C.S. Lewis’ science fiction work “Perelandra,” book two of his space trilogy, has sparked conversation ever since it was published in 1943. I had been hearing about it quite a bit lately from acquaintances and friends and finally decided to find out for myself what he had to say.
Essentially, the book explores the concept of the Fall by using the planet Perelandra (Venus), being much younger than Earth in the story and still in its Garden of Eden stage. Naturally, there are many geographical and specific differences.
Yet Ransom, sent there from Earth for a mission he has yet to discover, soon realizes the planet to be as of yet without sin. When the devil uses a human body to speak lies to the planet’s Eve, Ransom sees it as his role to keep the Lady, and the planet, from succumbing to the same Fall that Earth did.

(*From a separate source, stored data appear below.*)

# ----- what the plots show -------------------------------------------------------------------
def test_nice_ticks_are_round_and_cover_the_data():
    from kipup.widgets.wb_plots import nice_ticks

    for lo, hi, pad in [(0.0, 1.18, 0.0), (-120.0, 120.0, 0.03), (0.0, 1.0, 0.03), (0.315, 0.86, 0.03), (-28.0, 28.0, 0.03),
                        (-812.0, 1003.0, 0.03), (0.0, 0.3, 0.0), (-3e-7, 2e-7, 0.03), (5.0, 5.0, 0.03)]:
        a, b, ticks, fmt = nice_ticks(lo, hi, 7, pad)
        assert 2 <= len(ticks) <= 7, (lo, hi, ticks)
        step = ticks[1] - ticks[0]
        assert np.allclose(np.diff(ticks), step)
        mant = step / 10.0 ** math.floor(math.log10(step) + 1e-9)
        assert any(math.isclose(mant, m, rel_tol=1e-9) for m in (1.0, 2.0, 2.5, 5.0)), (lo, hi, step)
        if pad > 0:   # bounds round out around the data, on ticks
            assert a <= min(lo, hi) and b >= max(lo, hi) and a < b
            assert math.isclose(ticks[0], a, abs_tol=1e-9 * step) and math.isclose(ticks[-1], b, abs_tol=1e-9 * step)
        else:         # bounds stay, ticks inside
            assert (a, b) == (lo, hi) and ticks[0] >= lo and ticks[-1] <= hi + 1e-12
        labels = [format(float(x), fmt) for x in ticks]   # the format shows every tick exactly
        assert all(abs(float(text) - x) < 1e-6 * step for text, x in zip(labels, ticks)), labels
    assert nice_ticks(0.0, 1.18, 7)[2].tolist() == [0.0, 0.2, 0.4, 0.6, 0.8, 1.0]


def test_plots_keep_their_keys_off_the_data_and_fit_their_axes(wb):
    idle(wb)
    wb._refresh_plots()
    for fig in wb.figures.values():
        assert not any(getattr(m, "display_legend", False) for m in fig.marks), fig.title
    cells = [c for c in all_widgets(wb.widget) if "kipup-plot-cell" in getattr(c, "_dom_classes", ())]
    assert len(cells) == 5 and all("kipup-key" in c.children[1].value for c in cells)
    # the time axes tick on round steps over the motion; the torque axis holds +-peak with room
    T = wb.motion.tend
    for axis in wb._t_axes:
        ticks = np.asarray(axis.tick_values)
        assert 3 <= ticks.size <= 7 and ticks[0] == 0.0 and ticks[-1] <= T + 1e-9
    peak = wb.robot.joints[wb._joint_index()].actuator.peak_torque
    y = wb._ax_tau.scale
    assert y.min < -peak and y.max > peak and np.asarray(wb._ax_tau.tick_values).size <= 8
    text = wb.metrics_html.value
    assert "friction margin" in text and "inf" not in text and "nan" not in text
    assert "kipup-tabs" in wb.tabs._dom_classes and len(wb.tabs.children) == 7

The most powerful, and also most disturbing, element of the book is Lewis’ understanding of the devil’s devices, as anyone who has read “The Screwtape Letters” can understand. Speaking through the man whom he has possessed, the devil uses partial truths to make himself seem wiser and “older” to the Lady than Ransom, who makes a case for the good side.

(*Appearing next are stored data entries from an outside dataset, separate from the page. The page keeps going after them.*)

def render_report(report: Sequence[Violation], phases: Sequence[PhaseSpan] = ()) -> str:
    """The violations as plain text, one per line, each with its phase when ``phases`` are given."""
    if not report:
        return "No limit violations."
    n = len(report)
    lines = [f"{n} limit violation{'s' if n != 1 else ''}:"]
    for v in report:
        where = ""
        if phases:
            ph = _phase_at(phases, v.time)
            if ph is not None:
                where = f" (phase {ph.name!r})"
        lines.append(f"- {v.text()}{where}")
    return "\n".join(lines)


def _phase_at(phases: Sequence[PhaseSpan], time: float) -> PhaseSpan | None:
    """The phase holding ``time``; at a boundary the later one (post-impact)."""
    found = None
    for ph in phases:
        if ph.start <= time <= ph.end:
            found = ph  # keep going: the later phase wins at a shared boundary
        elif found is not None:
            break
    return found


# ----- metrics ------------------------------------------------------------------------------
@dataclass
class JointMetrics:
    """Per-joint figures of a motion (SI units). Times (s) say where each peak happens."""

    name: str
    peak_torque: float          # max |tau| over the knots (tau is linear between knots), N m
    peak_torque_time: float
    torque_limit: float         # actuator peak torque, N m
    peak_speed: float           # max |qd| of the scheme's quadratic qd (knots and in between), rad/s
    peak_speed_time: float
    speed_limit: float          # joint velocity limit, rad/s
    peak_power: float           # max |tau qd| over the knots, W
    positive_work: float        # integral of max(tau qd, 0), trapezoid on the knots of each phase, J
    energy: float               # integral of |tau qd|, same rule, J
    envelope_ratio: float       # worst torque-speed ratio over the knots (<= 1 is within), see Motion.metrics
    envelope_time: float

    @property
    def torque_ratio(self) -> float:
        return self.peak_torque / self.torque_limit if self.torque_limit > 0 else math.inf

    @property
    def speed_ratio(self) -> float:
        return self.peak_speed / self.speed_limit if self.speed_limit > 0 else math.inf


@dataclass
class MotionMetrics:
    """Figures of a whole motion; ``None`` where there is nothing to measure (no stance knots)."""

    robot_name: str
    trick_name: str
    status: str
    duration: float                           # s
    joints: list[JointMetrics]
    friction_margin: float | None             # min over loaded stance knots of (mu fz - |fx|) / fz
    friction_margin_point: str | None
    friction_margin_time: float | None
    min_normal_force: float | None            # min fz over stance knots, N
    min_normal_force_point: str | None
    min_normal_force_time: float | None
    flight_time: float                        # total duration of phases with no contacts, s
    apex_com_height: float                    # max COM z over the knots, m
    apex_time: float
    total_rotation: float                     # q[-1, pitch] - q[0, pitch], rad (a backflip is about -2 pi)
    min_load: float = 0.0                     # N: stance knots with fz below it are unloaded (no margin ratio)
    unloaded_knots: int = 0                   # stance knots left out of the friction margin as unloaded

    @property
    def total_positive_work(self) -> float:
        return float(sum(j.positive_work for j in self.joints))

    @property
    def total_energy(self) -> float:
        return float(sum(j.energy for j in self.joints))

    def joint(self, name: str) -> JointMetrics:
        for j in self.joints:
            if j.name == name:
                return j
        raise KeyError(f"no joint {name!r}; joints: {', '.join(j.name for j in self.joints)}")

    def as_rows(self) -> list[list[str]]:
        """The per-joint table as rows of strings, the header first."""
        rows = [["joint", "peak |tau| N m", "limit N m", "peak |qd| rad/s", "limit rad/s",
                 "peak power W", "positive work J", "energy J", "envelope ratio"]]
        for j in self.joints:
            rows.append([j.name, _num(j.peak_torque), _num(j.torque_limit), _num(j.peak_speed),
                         _num(j.speed_limit), _num(j.peak_power), _num(j.positive_work), _num(j.energy),
                         _num(j.envelope_ratio)])
        return rows

    def summary_rows(self) -> list[list[str]]:
        """The whole-motion figures as (name, value) rows."""

        def opt(value: float | None, unit: str, point: str | None, time: float | None) -> str:
            if value is None:
                return "no stance"
            return f"{_num(value)}{unit} ({point}, t = {_time(time)} s)"

        def margin() -> str:
            if self.friction_margin is None:
                return "n/a (no load)" if self.unloaded_knots else "no stance"
            where = f"{self.friction_margin_point}, t = {_time(self.friction_margin_time)} s"
            if self.friction_margin == -math.inf:
                return f"violated: tangential force without normal load ({where})"
            skipped = ""
            if self.unloaded_knots:
                s = "s" if self.unloaded_knots > 1 else ""
                skipped = f"; {self.unloaded_knots} unloaded knot{s} (fz < {_num(self.min_load)} N) left out"
            return f"{self.friction_margin:.3f} ({where}{skipped})"   # 0.000: on the cone's edge

        return [
            ["duration", f"{_num(self.duration)} s"],
            ["flight time", f"{_num(self.flight_time)} s"],
            ["apex COM height", f"{_num(self.apex_com_height)} m (t = {_time(self.apex_time)} s)"],
            ["total rotation", f"{_num(self.total_rotation)} rad ({_num(math.degrees(self.total_rotation))} deg)"],
            ["friction margin", margin()],
            ["min normal force", opt(None if self.min_normal_force is None else round(self.min_normal_force, 3) + 0.0,
                                     " N", self.min_normal_force_point, self.min_normal_force_time)],
            ["positive work", f"{_num(self.total_positive_work)} J"],
            ["energy", f"{_num(self.total_energy)} J"],
        ]

    def as_table(self) -> str:
        """The metrics as a formatted plain-text table."""
        rows = self.as_rows()
        widths = [max(len(r[c]) for r in rows) for c in range(len(rows[0]))]
        lines = [f"{self.trick_name or 'motion'} on {self.robot_name} ({self.status})"]
        for i, r in enumerate(rows):
            lines.append("  ".join(cell.rjust(w) if c else cell.ljust(w) for c, (cell, w) in
                                   enumerate(zip(r, widths))))
            if i == 0:
                lines.append("  ".join("-" * w for w in widths))
        lines.append("")
        summary = self.summary_rows()
        w0 = max(len(r[0]) for r in summary)
        lines.extend(f"{name.ljust(w0)}  {value}" for name, value in summary)
        return "\n".join(lines)

    def __str__(self) -> str:
        return self.as_table()
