_TIME_TOL = 1e-9   # s: two nominal times closer than this are the same instant
_VALUE_TOL = 1e-9  # m or rad: two keyframe values closer than this agree


# ---------------------------------------------------------------------------------------
# problems
# ---------------------------------------------------------------------------------------
class TrickFileError(ValueError):
    """A trick file or dict could not be read; ``problems`` lists every problem found."""

    def __init__(self, problems: Iterable[Problem]):
        self.problems: tuple[Problem, ...] = tuple(problems)
        super().__init__("\n".join(str(p) for p in self.problems))

    def __str__(self) -> str:
        return "\n".join(str(p) for p in self.problems)


def _format_path(parts: Iterable[Any]) -> str:
    out = DOCUMENT
    for part in parts:
        out = _join(out, part)
    return out


def _path_key(path: str) -> tuple:
    tokens = re.findall(r"\[\d+\]|[^.\[\]]+", path)
    if not tokens:
        return ()
    head = tokens[0]
    rank = KEY_ORDER.index(head) if head in KEY_ORDER else (-1 if head in (DOCUMENT, "file") else len(KEY_ORDER))
    rest = tuple((0, int(t[1:-1]), "") if t.startswith("[") else (1, 0, t) for t in tokens[1:])
    return ((rank,),) + rest


def _sorted(problems: Iterable[Problem]) -> list[Problem]:
    unique = list(dict.fromkeys(problems))
    unique.sort(key=lambda p: _path_key(p.path))  # stable: per field, schema problems first
    return unique


def _hint(name: Any, choices: Iterable[str]) -> str:
    close = difflib.get_close_matches(str(name), list(choices), n=1)
    return f" (did you mean {close[0]!r}?)" if close else ""


def _listing(names: Iterable[str]) -> str:
    names = list(names)
    return ", ".join(names) if names else "(none)"


# ---------------------------------------------------------------------------------------
# schema
# ---------------------------------------------------------------------------------------
@lru_cache(maxsize=1)
def trick_schema() -> dict:
    """The JSON schema (Draft 2020-12) of a trick file, as a dict."""
    text = resources.files("kipup.core").joinpath("schema", "trick.schema.json").read_text(encoding="utf-8")
    return json.loads(text)
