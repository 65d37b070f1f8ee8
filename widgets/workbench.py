"""The kipup workbench: sketch a trick by dragging poses, re-solve in the background, play it back.

``Workbench(trick, robot, path=None)`` (or :meth:`Workbench.from_template`,
:meth:`Workbench.from_file`) is displayed in a notebook cell. Layout, top to bottom:

* **header**: trick and robot names, the status line (solver progress, at most 10 updates a second).
* **3D view** (pythreejs, side camera, OrbitControls) with the playback bar and the playhead
  scrubber beneath it; on the right a tab stack of controls: *Solve* (Solve, Cancel, auto
  re-solve, time limit, Save), *Keyframe* (the keyframe being edited, its weight and time, the
  base handle mode), *Goals* (rotation in turns and degrees, box heights, target x/z, landing
  range), *Weights* (one log slider per cost weight), *Phase* (duration, bounds, knots, contacts);
  beneath them the message area (the constraint report of a failed solve, in words).
* **timeline** (bqplot): phases as coloured bands whose end markers drag in time, keyframes as
  draggable diamonds, the playhead; add a keyframe at the playhead / remove the selected one.
* **plots** (bqplot): torque of one joint against its +-peak limit and the torque-speed envelope,
  the same joint in the torque-speed plane, its speed against the limit, contact forces (normal,
  tangential, +-mu fz) of one contact point, base height and pitch, and the motion's metrics; phases
  shaded, a cursor at the playhead.

3D scene: the robot at the playhead (a :class:`~kipup.widgets.robot_view.RobotView`), contact
points lit while in contact with their force arrows, the COM and its path, the terrain (ground,
boxes, targets, bars, the landing range), a translucent *ghost* of the keyframe being edited with
drag handles on its joints, named points and base. Playback runs in the browser: a three.js
``AnimationClip`` (a position and a quaternion track per link, sampled at 60 Hz) drives a second
copy of the robot through an ``AnimationMixer``; Python only starts, pauses and stops it.

Dragging a handle: a ``Picker(event='mousedown')`` on the handles reports which one was grabbed
(:meth:`Workbench._on_handle_down`), switches OrbitControls off and makes an invisible plane at the
sagittal plane pickable; a ``Picker(event='mousemove')`` on that plane reports the drag point
(:meth:`Workbench._on_drag`, at most 30 a second), which turns the joint, moves or pitches the
base, or runs inverse kinematics (:func:`kipup.core.ik.solve_ik`) for a point, holding stance feet;
``mouseup`` (:meth:`Workbench._on_handle_up`) writes the pose into the keyframe and, with auto
re-solve on, starts a warm re-solve 300 ms later. Headless code and tests call those methods.

Solving runs in one background thread: an edit (re)arms a 300 ms debounce and cancels a running
solve, which the newer edit supersedes (it ends 'cancelled'); an edit that changes the trick's
structure (knots, contacts, which keyframes or goals exist) builds a new
:class:`~kipup.core.solver.TrickSolver` in that thread. Intermediate iterates are drawn on the
robot at most 5 times a second. A failed or infeasible solve never replaces the last good motion:
the status line and the message area say what went wrong (:func:`kipup.core.motion.render_report`).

Because the Lady knows that many of the things the tempter says are true, she believes the rest of it. The Lady begins to listen to the tempter because the new information she hears from him, she believes, makes her wiser.
The greatest challenge the tempter presents is when he tells the Lady that greater good came upon the humans on Earth on account of sin because this led to the Incarnation, which has brought even greater grace. A “fortunate fall.”
Ransom cannot deny this statement, and yet he somehow knows that it is wrong for the completely and uniquely innocent life he sees on Perelandra to be corrupted. He has finally seen Paradise as it should have been before Adam and Eve’s sin, and he cannot bear for it to be corrupted by the evil in front of him.
Thus he agrees that good can come out of anything, yet it was not the good God had prepared for his people. “What (Adam and Eve) lost we have not seen,” he laments. And he makes the case that there are some to whom good never came, which the tempter cannot deny since he is one of them.
The genius of the book is that it truly makes the reader consider not only what he or she would say to combat the lies of the devil, but it also makes us reconsider the phrase in our liturgy, “o happy fault.”
This is not to say that the Incarnation and Passion of Jesus Christ should be considered of any less value than they are. We can never revere the mystery of the God-man enough. Yes, God gave us grace upon grace through His saving work.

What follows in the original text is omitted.